Personal information
- Full name: Blakely Elizabeth Mattern
- Date of birth: September 17, 1988 (age 37)
- Place of birth: Simpsonville, South Carolina, U.S.
- Height: 5 ft 9 in (1.75 m)
- Position: Defender

Team information
- Current team: Carolina Elite Cobras

Youth career
- 2000–2004: CESA
- 2004–2006: JL Mann Patriots

College career
- Years: Team / Apps / (Gls)
- 2006–2009: South Carolina Gamecocks

Senior career*
- Years: Team / Apps / (Gls)
- 2009–2010: Atlanta Beat
- 2010: Charlotte Lady Eagles / 5 / (1)
- 2011–2012: FC Twente / 4 / (0)
- 2013–: Carolina Elite Cobras
- 2013–: Mallbackens IF

= Blakely Mattern =

American soccer player

Blakely Elizabeth Mattern (born September 17, 1988) is an American soccer defender who plays for Carolina Elite Cobras.

==Career==

===Collegiate===
Mattern played collegiate soccer at the University of South Carolina where she was a two-time All-American in addition to being a Freshman All-American. In 2009, she was a consensus first team selection after earning All-America nods by the NSCAA, Soccer America and the Lowe's Senior CLASS Organization. She was the 2007 SEC Defensive Player of the Year, becoming the first sophomore in conference history to earn the honor, and is a four-time All-SEC selection. In her final season, she was captain of a defense that was ranked No. 9 in the nation and led the SEC in every defensive category en route to 15 shutouts and a berth in the NCAA Round of 16.

=== Club ===
Mattern was selected by Atlanta Beat as the first choice of the third round and 21st overall selection in the 2010 WPS Draft.
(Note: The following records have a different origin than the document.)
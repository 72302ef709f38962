/**
 * Excel stays responsive (issue 13): the heavy worksheet functions (LAYERS,
 * DESIGN, PLAN and the figures, REFLECTION_TABLE) compute in a Web Worker of
 * the shared runtime (src/functions/worker-client.ts), fall back to the
 * main-thread scheduler where no worker can be had, and are @cancelable: a
 * cancelled call settles at once, a computation nobody waits for any more
 * stops, and a cancelled computation never enters the memo (plans.ts).
 *
 * Three kinds of worker: an in-process fake whose every step the test drives
 * (the executor's and the memo's semantics, deterministic), a real
 * worker_threads thread running src/functions/worker.ts unchanged
 * (tests/support/node-worker.ts: same results as the main thread, a running
 * job stopped by terminating it, and the probe below), and none (fallback).
 *
 * The probe measures how long the main thread was held in counted work, not
 * time: the design search's designWork() plus the tables' tableWork(), both in
 * layer-evaluations (one layer of one exact reflection evaluation), read at
 * each tick of a setTimeout(0) chain; the largest increase between two ticks
 * is the largest single synchronous task the thread ran.
 */
import { afterAll, afterEach, beforeAll, describe, expect, it } from 'vitest';
import { clearDesignCache, designAbsorber, designWork, HushInputError } from '../src/physics';
import { clearPlanCache, planRecord, planRow, planToRow, rowFromTable } from '../src/plan';
import { cells, design, layers, memory, plan, reflectionExact, reflectionTable } from '../src/functions/functions';
import { CANCEL_GRACE_MS, clearWorksheetMemo, setWorksheetExecutor, worksheetMemoSize } from '../src/functions/plans';
import { createScheduler } from '../src/functions/scheduler';
import {
  JobCancelled,
  MainThreadExecutor,
  WorkerExecutor,
  WorkerFailed,
  createExecutor,
  type Executor,
  type WorkerLike,
} from '../src/functions/worker-client';
import type { FromWorker, Job, ToWorker } from '../src/functions/worker-protocol';
import { runJob, serializeError, tableWork } from '../src/functions/worker-tasks';
import { installCustomFunctionsStub, StubWorksheetError } from './support/custom-functions-stub';
import { nodeWorkers } from './support/node-worker';

beforeAll(() => installCustomFunctionsStub());
afterEach(() => setWorksheetExecutor(null));

const macrotask = () => new Promise<void>((r) => setTimeout(r, 0));
/** Resolves after every timer of CANCEL_GRACE_MS set before it (Node runs timers of one duration in the order they were set). */
const afterGrace = () => new Promise<void>((r) => setTimeout(r, CANCEL_GRACE_MS));
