/**
 * `hush verify`: the time-domain check of a design from the command line.
 * The expected agreement is an independent computation: a 1-D CPML line or
 * the one-mode chain of a periodic 2-D grid (src/physics/fdtd) run step by
 * step, set beside the exact discrete reflection (physics.md §3). Every case
 * is small: a few 1e5–1e7 cell updates (well under a second of CPU each).
 */
import { describe, expect, it } from 'vitest';
import { main } from '../src/cli/main';
import type { CommandIO } from '../src/cli/io';
import { VERIFY_MAX_CELL_UPDATES } from '../src/cli/verify';
import { AGREEMENT, compareMeasurement, type MeasuredPoint } from '../src/plan/verify';

async function run(argv: string[], isTTY = false) {
  const out: string[] = [];
  const err: string[] = [];
  const io: CommandIO = { out: (t) => out.push(t), err: (t) => err.push(t), isTTY };
  const code = await main(argv, io);
  return { code, out: out.join('\n'), err: err.join('\n') };
}

/** A 1-D study: band 10–20 cells per wavelength, |r| ≤ 1e-3 (the design search gives 5 layers). */
const SMALL = ['--target', '1e-3', '--ppw-min', '10', '--ppw-max', '20', '--dimensions', '1'];

describe('hush verify: agreement', () => {
  it('verifies the design hush design finds: exit 0, every frequency within the 1 % tolerance (time-domain run vs exact model)', async () => {
    const r = await run(['verify', ...SMALL, '--json']);
    expect(r.code, r.err).toBe(0);
    const j = JSON.parse(r.out);
    const d = JSON.parse((await run(['design', ...SMALL, '--json'])).out);
    // The absorber verified is the one `hush design` prints for the same options.
    expect(j.design).toEqual({ layers: d.layers, order: d.order, strength: d.strength, kappa_max: d.kappa_max, alpha_max_norm: d.alpha_max_norm, alpha_order: d.alpha_order });
    expect(j.agree).toBe(true);
    expect(j.tolerance).toBe(AGREEMENT);
    expect(j.relative_difference).toBeLessThanOrEqual(AGREEMENT);
    expect(j.sampling).toBe('node');
    expect(j.grid_sampling).toBe('node');
    expect(j.exact_for).toMatch(/node convention/);
    // 5 frequencies of the 1-D run from 10 to 20 cells per wavelength; no 2-D run for a 1-D study.
    expect(j.runs.map((p: { ppw: number }) => p.ppw)[0]).toBe(10);
    expect(j.runs.length).toBe(5);
    for (const p of j.runs) {
      expect(p.check).toBe('1-D');
      expect(p.agree).toBe(true);
      expect(Math.abs(p.measured - p.predicted) / p.predicted).toBeCloseTo(p.relative_difference, 15);
    }
    // The top-level figures are those of the worst frequency.
    const worst = j.runs.reduce((a: { relative_difference: number }, b: { relative_difference: number }) => (b.relative_difference > a.relative_difference ? b : a));
    expect([j.predicted, j.measured, j.relative_difference]).toEqual([worst.predicted, worst.measured, worst.relative_difference]);
    expect(j.notes).toEqual(['2-D run not made: a 1-D study has no oblique incidence']);
    expect(j.cell_updates).toBeGreaterThan(0);
    expect(j.cell_updates).toBeLessThan(1e6);
  });

  it('an explicit absorber (--layers, --order, --strength) gives the same measurement as the design it names', async () => {
    const d = JSON.parse((await run(['design', ...SMALL, '--json'])).out);
    const a = JSON.parse((await run(['verify', ...SMALL, '--json'])).out);
    const b = JSON.parse((await run(['verify', '--layers', String(d.layers), '--order', String(d.order), '--strength', String(d.strength), '--ppw-min', '10', '--ppw-max', '20', '--dimensions', '1', '--json'])).out);
    expect(b.runs.map((p: { measured: number }) => p.measured)).toEqual(a.runs.map((p: { measured: number }) => p.measured));
  });

  it('a 2-D study adds the oblique run at --angle-max; the text report names each frequency, the convention and the verdict', async () => {
    const r = await run(['verify', '--layers', '8', '--order', '3', '--ppw-min', '15', '--ppw-max', '20', '--angle-max', '30', '--dimensions', '2']);
    expect(r.code, r.err).toBe(0);
    const rows = r.out.split('\n').filter((l) => /^(1-D|2-D) /.test(l));
    expect(rows.some((l) => l.startsWith('2-D'))).toBe(true);
    for (const l of rows) expect(l).toMatch(/agrees$/);
    expect(r.out).toMatch(/The prediction is the exact discrete reflection for the node convention \(σ, κ, α sampled at each node's own depth\); the time-domain grid uses the same convention\./);
    expect(r.out).toMatch(/tolerance 1 %.*the measurement agrees with the prediction/);
  });
});

describe('hush verify: disagreement', () => {
  // A prediction for the node convention does not hold on a grid that samples the
  // profiles another way: with one profile array for E and H ('lagged') the 5-layer
  // design reflects ~0.07–0.13 instead of ~6e-4. The measured values are those of the
  // exact model for the lagged convention (hush reflect --sampling lagged), so the
  // disagreement is the convention's, not the engine's.
  it('--grid-sampling lagged against a node prediction: exit 1, agree false, each measurement equal to the lagged exact model', async () => {
    const r = await run(['verify', ...SMALL, '--grid-sampling', 'lagged', '--json']);
    expect(r.code, r.err).toBe(1);
    const j = JSON.parse(r.out);
    expect(j.agree).toBe(false);
    expect(j.relative_difference).toBeGreaterThan(10);
    expect(j.grid_sampling).toBe('lagged');
    for (const p of j.runs) {
      expect(p.agree).toBe(false);
      const lagged = JSON.parse(
        (await run(['reflect', '--layers', String(j.design.layers), '--order', String(j.design.order), '--strength', String(j.design.strength), '--ppw', String(p.ppw), '--courant', String(j.courant), '--dimensions', '1', '--sampling', 'lagged', '--json'])).out,
      );
      expect(Math.abs(p.measured - lagged.amplitude) / lagged.amplitude).toBeLessThan(1e-6);
    }
    const text = await run(['verify', ...SMALL, '--grid-sampling', 'lagged']);
    expect(text.code).toBe(1);
    expect(text.out).toMatch(/DISAGREES$/m);
    expect(text.out).toMatch(/samples the profiles by the lagged convention instead/);
    expect(text.out).toMatch(/the measurement DISAGREES with the prediction/);
  });

  it('the comparison: every point within the tolerance agrees; one beyond it, a NaN or no point at all does not (derived)', () => {
    const p = (measured: number, predicted = 1e-3): MeasuredPoint => ({ run: '1-D', ppw: 20, angleDeg: 0, measured, predicted });
    expect(compareMeasurement([p(1.005e-3), p(0.996e-3)]).agree).toBe(true);
    const c = compareMeasurement([p(1.005e-3), p(1.02e-3)]);
    expect(c.agree).toBe(false);
    expect(c.largestDifference).toBeCloseTo(0.02, 12);
    expect(c.worst?.measured).toBe(1.02e-3);
    expect(compareMeasurement([p(1e-3), p(NaN)]).agree).toBe(false);
    expect(compareMeasurement([]).agree).toBe(false);
  });
});

describe('hush verify: bad input and bounded work (exit 2, one line)', () => {
  for (const [name, argv, msg] of [
    ['no target and no absorber', ['--ppw-min', '10'], /option --target is required/],
    ['a design-search option with --layers', ['--layers', '5', '--order', '3', '--target', '1e-3', '--ppw-min', '10'], /--target belongs to a design search; with --layers the absorber is given/],
    ['--strength without --layers', ['--target', '1e-3', '--ppw-min', '10', '--strength', '1'], /--strength needs --layers/],
    ['an unknown grid convention', [...SMALL, '--grid-sampling', 'staggered'], /--grid-sampling must be one of node, average, offset, lagged \(got "staggered"\)/],
    ['a band the runs cannot measure', ['--layers', '8', '--order', '3', '--ppw-min', '20', '--ppw-max', '400', '--angle-max', '80', '--dimensions', '2'], /the 2-D run cannot be made: .*too close to a cut-off/],
    ['more work than --max-work', [...SMALL, '--max-work', '1e4'], /the 1-D run cannot be made: it would need 1\.6e\+5 cell updates \(at most 1\.0e\+4 are run\)/],
    ['a --max-work above the bound', [...SMALL, '--max-work', '1e12'], /--max-work must be a number of cell updates from 1 to 4e\+9/],
  ] as [string, string[], RegExp][]) {
    it(name, async () => {
      const r = await run(['verify', ...argv]);
      expect(r.code).toBe(2);
      expect(r.err).toMatch(msg);
      expect(r.err.split('\n').length).toBe(1);
      expect(r.out).toBe('');
    });
  }

  it(`refuses a verification beyond ${VERIFY_MAX_CELL_UPDATES.toExponential(0)} cell updates before taking a step`, async () => {
    // 150 layers with κ_max 10 at 200–400 cells per wavelength and 70°, under three conventions: about 7e9 cell updates.
    const r = await run(['verify', '--layers', '150', '--order', '3', '--kappa-max', '10', '--ppw-min', '200', '--ppw-max', '400', '--angle-max', '70', '--dimensions', '2', '--sampling', 'all']);
    expect(r.code).toBe(2);
    expect(r.err).toMatch(/^hush verify: this verification would need [\d.]+e\+9 cell updates \(at most 4\.0e\+9 are run\)/);
  });
});

describe('hush verify: help and progress', () => {
  it('--help lists the design and absorber options from the field registry and its own switches', async () => {
    const r = await run(['verify', '--help']);
    expect(r.code).toBe(0);
    for (const flag of ['--target', '--ppw-min', '--angle-max', '--sampling', '--layers', '--order', '--strength', '--grid-sampling', '--max-work', '--json']) expect(r.out).toContain(flag);
    expect(r.out).toMatch(/^usage: hush verify /);
    expect((await run(['--help'])).out).toMatch(/^ {2}verify {5}time-domain check/m);
  });

  it('draws a progress bar on standard error only on a terminal', async () => {
    const tty = await run(['verify', ...SMALL], true);
    expect(tty.code).toBe(0);
    expect(tty.err).toMatch(/\r\[#{30}\] 100 % of [\d.]+e\+5 cell updates\n$/);
    const piped = await run(['verify', ...SMALL], false);
    expect(piped.err).toBe('');
    expect(piped.out).not.toContain('\r');
  });
});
She was the Beat's second pick and the fourth defender overall selected in the WPS Draft. In late 2010 she joined the Charlotte Lady Eagles.

In the summer of 2011 Mattern joined FC Twente together with Danielle de Seriere. With Ashley Nick the Dutch club already had an American player. Due to an injury Mattern missed the first couple of matches.

Since 2013 she has played for the Carolina Elite Cobras in the United States and for Mallbackens IF in Sweden.